6 a. Hasil penelitian berupa capaian literasi sains dan sikap ilmiah siswa dapat menjadi masukan bagi sekolah dalam mengevaluasi pelaksanaan KTSP (Kurikulum Tingkat Satuan Pendidikan). 3. Bagi Pemerintah a. Pemerintah melalui dinas pendidikan setempat dapat melakukan evaluasi pencapaian literasi sains bedasarkan hasil dan temuan pada penelitian ini. 4. Bagi Peneliti Lain a. Hasil dan temuan dalam penelitian ini bersama hasil penelitianpenelitian lain yang relevan dapat ditindak lanjuti pada penelitian lain yang lebih spesifik dan diharapkan dalam skala besar. F. Asumsi-asumsi Berikut adalah asumsi-asumsi yang telah dirumuskan: 1. Penerapan pembelajaran inkuiri secara sistematis menurut tingkatan inkuiri yaitu discovery learning, interactive demonstration, inquiry lesson, inquiry lab, dan hypothetical inquiry, dapat mengembangkan kemampuan berfikir intelektual, pemahaman konseptual dan process skill siswa (Wenning, 2012a). 2. Metode pembelajaran interactive lecture demonstration dapat memberikan perubahan konseptual secara signifikan (Ashkenazi & Zimrot, 2007). 3. Siswa yang mendapatkan demonstrasi secara interaktif dapat lebih memahami konsep yang diajarkan dibandingkan dengan siswa yang mendapat demonstrasi secara pasif (Crouch, et al., 2004). 4. Pembelajaran berbasis inkuiri dapat menimbulkan kepercayaan diri dalam melakukan penyelidikan ilmiah dibandingkan metode tradisional (Brickman, et al., 2011). 5. Metode inkuiri melibatkan secara maksimal kemampuan menyelidiki secara cermat, sistematis dan kritis serta kepercayaan diri dalam mengungkapkan fenomena tersebut (Widodo, 2011).

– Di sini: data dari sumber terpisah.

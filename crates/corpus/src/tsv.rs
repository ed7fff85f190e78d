//! Tab-separated tables as every isogloss text format uses them: UTF-8, one record a line, fields
//! split on tab, no quoting, `#` never special, and (for most formats) a header row naming the
//! columns. Errors name the file and the 1-based line.

use std::fs::{self, File};
use std::io::Write;
use std::path::{Path, PathBuf};

use crate::CorpusError;

/// One data row of a table, with the 1-based line it came from (for error messages).
#[derive(Debug, Clone, PartialEq, Eq)]
pub struct Record {
    /// 1-based line number in the file.
    pub line: usize,
    /// The fields, split on tab.
    pub fields: Vec<String>,
}

/// A whole tab-separated file: its header (when it has one) and its data rows.
#[derive(Debug, Clone)]
pub struct Table {
    /// The file it was read from.
    pub path: PathBuf,
    /// Column names from the header row; empty for headerless formats.
    pub header: Vec<String>,
    /// Data rows in file order. Blank lines are skipped.
    pub records: Vec<Record>,
}

impl Table {
    /// Reads a table whose first line is a header. Every row must have as many fields as the
    /// header; a trailing `\r` (Windows line ends) is removed. Stops at the first bad row.
    pub fn read_with_header(path: &Path) -> Result<Table, CorpusError> {
        let (table, mut problems) = Table::read_with_header_collecting(path)?;
        match problems.is_empty() {
            true => Ok(table),
            false => Err(problems.swap_remove(0)),
        }
    }

    /// Reads a table whose first line is a header, skipping the rows that cannot be read (not
    /// UTF-8, wrong number of fields) and returning a line-numbered error for each, so that a
    /// validator can list every problem at once. Only an unreadable file or a missing header
    /// row fails outright.
    pub fn read_with_header_collecting(
        path: &Path,
    ) -> Result<(Table, Vec<CorpusError>), CorpusError> {
        let bytes = fs::read(path).map_err(|source| CorpusError::Io {
            path: path.to_path_buf(),
            source,
        })?;
        let format_error = |line: usize, message: String| CorpusError::Format {
            path: path.to_path_buf(),
            line,
            message,
        };
        let mut problems = Vec::new();
        let mut header: Option<Vec<String>> = None;
        let mut records = Vec::new();
        let mut offset = 0;
        for (index, raw) in bytes.split(|&b| b == b'\n').enumerate() {
            let line_number = index + 1;
            let line_start = offset;
            offset += raw.len() + 1;
            let line = match std::str::from_utf8(raw) {
                Ok(line) => line.trim_end_matches('\r'),
                Err(error) => {
                    let problem = format_error(
                        line_number,
                        format!(
                            "expected UTF-8 text, found an invalid byte sequence at byte {}",
                            line_start + error.valid_up_to()
                        ),
                    );
                    if header.is_none() {
                        return Err(problem);
                    }
                    problems.push(problem);
                    continue;
                }
            };
            let Some(header) = &header else {
                if line.trim().is_empty() {
                    return Err(format_error(
                        1,
                        "expected a header row naming the columns, found an empty line or an empty file"
                            .into(),
                    ));
                }
                // A byte-order mark (some spreadsheet exports) is not part of the first name.
                let line = line.trim_start_matches('\u{feff}');
                header = Some(line.split('\t').map(|f| f.trim().to_string()).collect());
                continue;
            };
            if line.trim().is_empty() {
                continue;
            }
            let fields: Vec<String> = line.split('\t').map(str::to_string).collect();
            if fields.len() != header.len() {
                problems.push(format_error(
                    line_number,
                    format!(
                        "expected {} tab-separated fields as in the header, found {}",
                        header.len(),
                        fields.len()
                    ),
                ));
                continue;
            }
            records.push(Record {
                line: line_number,
                fields,
            });
        }
        let Some(header) = header else {
            return Err(format_error(
                1,
                "expected a header row naming the columns, found an empty line or an empty file"
                    .into(),
            ));
        };
        Ok((
            Table {
                path: path.to_path_buf(),
                header,
                records,
            },
            problems,
        ))
    }

    /// Reads a headerless table (e.g. a lexicon); every row must have at least `min_fields` fields.
    pub fn read_without_header(path: &Path, min_fields: usize) -> Result<Table, CorpusError> {
        let text = read_utf8(path)?;
        let mut records = Vec::new();
        for (index, line) in text.lines().enumerate() {
            let line = line.trim_end_matches('\r');
            if line.trim().is_empty() {
                continue;
            }
            let fields: Vec<String> = line.split('\t').map(str::to_string).collect();
            if fields.len() < min_fields {
                return Err(CorpusError::Format {
                    path: path.to_path_buf(),
                    line: index + 1,
                    message: format!(
                        "expected at least {min_fields} tab-separated fields, found {}",
                        fields.len()
                    ),
                });
            }
            records.push(Record {
                line: index + 1,
                fields,
            });
        }
        Ok(Table {
            path: path.to_path_buf(),
            header: Vec::new(),
            records,
        })
    }

    /// Position of a named column, or an error naming the file and the columns it does have.
    pub fn column(&self, name: &str) -> Result<usize, CorpusError> {
        self.header
            .iter()
            .position(|h| h == name)
            .ok_or_else(|| CorpusError::Format {
                path: self.path.clone(),
                line: 1,
                message: format!(
                    "expected a column named `{name}` in the header, found only: {}",
                    self.header.join(", ")
                ),
            })
    }
}

/// Reads a whole file as UTF-8, naming the file and the first bad line when it is not.
pub fn read_utf8(path: &Path) -> Result<String, CorpusError> {
    let bytes = fs::read(path).map_err(|source| CorpusError::Io {
        path: path.to_path_buf(),
        source,
    })?;
    String::from_utf8(bytes).map_err(|error| {
        let valid = error.utf8_error().valid_up_to();
        let line = error.as_bytes()[..valid]
            .iter()
            .filter(|&&b| b == b'\n')
            .count()
            + 1;
        CorpusError::Format {
            path: path.to_path_buf(),
            line,
            message: format!("expected UTF-8 text, found an invalid byte sequence at byte {valid}"),
        }
    })
}

/// Writes a header and rows as a tab-separated file, atomically: to a temporary file beside the
/// target, then renamed, so that an interrupted run never leaves half a file.
pub fn write_table(path: &Path, header: &[&str], rows: &[Vec<String>]) -> Result<(), CorpusError> {
    let mut text = String::new();
    if !header.is_empty() {
        text.push_str(&header.join("\t"));
        text.push('\n');
    }
    for row in rows {
        text.push_str(&row.join("\t"));
        text.push('\n');
    }
    write_atomically(path, text.as_bytes())
}

/// Writes bytes to `path` through a temporary file in the same folder and a rename.
pub fn write_atomically(path: &Path, bytes: &[u8]) -> Result<(), CorpusError> {
    let io = |source| CorpusError::Io {
        path: path.to_path_buf(),
        source,
    };
    if let Some(parent) = path.parent().filter(|p| !p.as_os_str().is_empty()) {
        fs::create_dir_all(parent).map_err(io)?;
    }
    let mut temporary = path.as_os_str().to_owned();
    temporary.push(".tmp");
    let temporary = PathBuf::from(temporary);
    // Written and flushed to disk in full before it replaces the previous file; on failure
    // (a full disk) the partial copy is removed and the previous file stays as it was.
    let written = File::create(&temporary)
        .and_then(|mut file| file.write_all(bytes).and_then(|_| file.sync_all()))
        .and_then(|_| fs::rename(&temporary, path));
    if written.is_err() {
        let _ = fs::remove_file(&temporary);
    }
    written.map_err(io)
}

#[cfg(test)]
mod tests {
    use super::*;

    /// A write that fails (here the temporary copy cannot be created, as on a full disk or a
    /// read-only folder) is an error naming the file, and the previous output stays whole.
    #[test]
    fn a_failed_write_leaves_the_previous_file_intact() {
        let dir = tempfile::tempdir().unwrap();
        let path = dir.path().join("hyp.tsv");
        write_atomically(&path, b"id\ttext\nu1\tolder\n").unwrap();
        fs::create_dir(dir.path().join("hyp.tsv.tmp")).unwrap();
        let message = write_atomically(&path, b"id\ttext\nu1\tnewer\n")
            .unwrap_err()
            .to_string();
        assert!(message.contains("hyp.tsv"), "{message}");
        assert_eq!(fs::read(&path).unwrap(), b"id\ttext\nu1\tolder\n");
    }

    fn file_with(text: &[u8]) -> (tempfile::TempDir, PathBuf) {
        let dir = tempfile::tempdir().unwrap();
        let path = dir.path().join("table.tsv");
        fs::write(&path, text).unwrap();
        (dir, path)
    }

    #[test]
    fn reads_header_and_rows_with_line_numbers() {
        let (_dir, path) = file_with(b"id\ttext\r\na\thello world\n\nb\t# not a comment\n");
        let table = Table::read_with_header(&path).unwrap();
        assert_eq!(table.header, ["id", "text"]);
        assert_eq!(table.records.len(), 2);
        assert_eq!(table.records[1].line, 4);
        assert_eq!(table.records[1].fields[1], "# not a comment");
        assert_eq!(table.column("text").unwrap(), 1);
    }

    #[test]
    fn wrong_field_count_names_the_line() {
        let (_dir, path) = file_with(b"id\ttext\na\tb\tc\n");
        let message = Table::read_with_header(&path).unwrap_err().to_string();
        assert!(
            message.contains("table.tsv") && message.contains("line 2"),
            "{message}"
        );
    }

    #[test]
    fn missing_column_lists_the_columns_found() {
        let (_dir, path) = file_with(b"id\ttext\n");
        let message = Table::read_with_header(&path)
            .unwrap()
            .column("speaker")
            .unwrap_err()
            .to_string();
        assert!(
            message.contains("`speaker`") && message.contains("id, text"),
            "{message}"
        );
    }

    #[test]
    fn invalid_utf8_names_the_line() {
        let (_dir, path) = file_with(b"id\ttext\na\tok\nb\t\xff\n");
        let message = Table::read_with_header(&path).unwrap_err().to_string();
        assert!(
            message.contains("line 3") && message.contains("UTF-8"),
            "{message}"
        );
    }

    #[test]
    fn collecting_reader_lists_every_bad_row_and_keeps_the_good_ones() {
        let (_dir, path) = file_with(b"id\ttext\na\tok\nb\t\xff\nc\tx\ty\nd\tfine\n");
        let (table, problems) = Table::read_with_header_collecting(&path).unwrap();
        assert_eq!(table.records.len(), 2);
        assert_eq!(table.records[1].line, 5);
        let messages: Vec<String> = problems.iter().map(|p| p.to_string()).collect();
        assert_eq!(messages.len(), 2, "{messages:?}");
        assert!(messages[0].contains("line 3") && messages[0].contains("UTF-8"));
        assert!(messages[1].contains("line 4") && messages[1].contains("found 3"));
    }

    #[test]
    fn empty_file_has_no_header() {
        let (_dir, path) = file_with(b"");
        let message = Table::read_with_header(&path).unwrap_err().to_string();
        assert!(
            message.contains("line 1") && message.contains("header"),
            "{message}"
        );
    }

    #[test]
    fn atomic_write_round_trips() {
        let dir = tempfile::tempdir().unwrap();
        let path = dir.path().join("out/hyp.tsv");
        write_table(&path, &["id", "text"], &[vec!["u1".into(), "a b".into()]]).unwrap();
        let table = Table::read_with_header(&path).unwrap();
        assert_eq!(table.records[0].fields, ["u1", "a b"]);
        assert!(!dir.path().join("out/hyp.tsv.tmp").exists());
    }
}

7 G. Hipotesis Penelitian 1. (H 0 ) : Tidak terdapat perbedaan peningkatan literasi sains dan sikap ilmiah pada kelompok dengan pembelajaran interactive demonstration (eksperimen) dibandingkan dengan kelompok dengan pembelajaran konvensional (kontrol). 2. (H 1 ) : Terdapat perbedaan peningkatan literasi sains dan sikap ilmiah pada kelompok dengan pembelajaran interactive demonstration (eksperimen) dibandingkan dengan kelompok dengan pembelajaran konvensional (kontrol).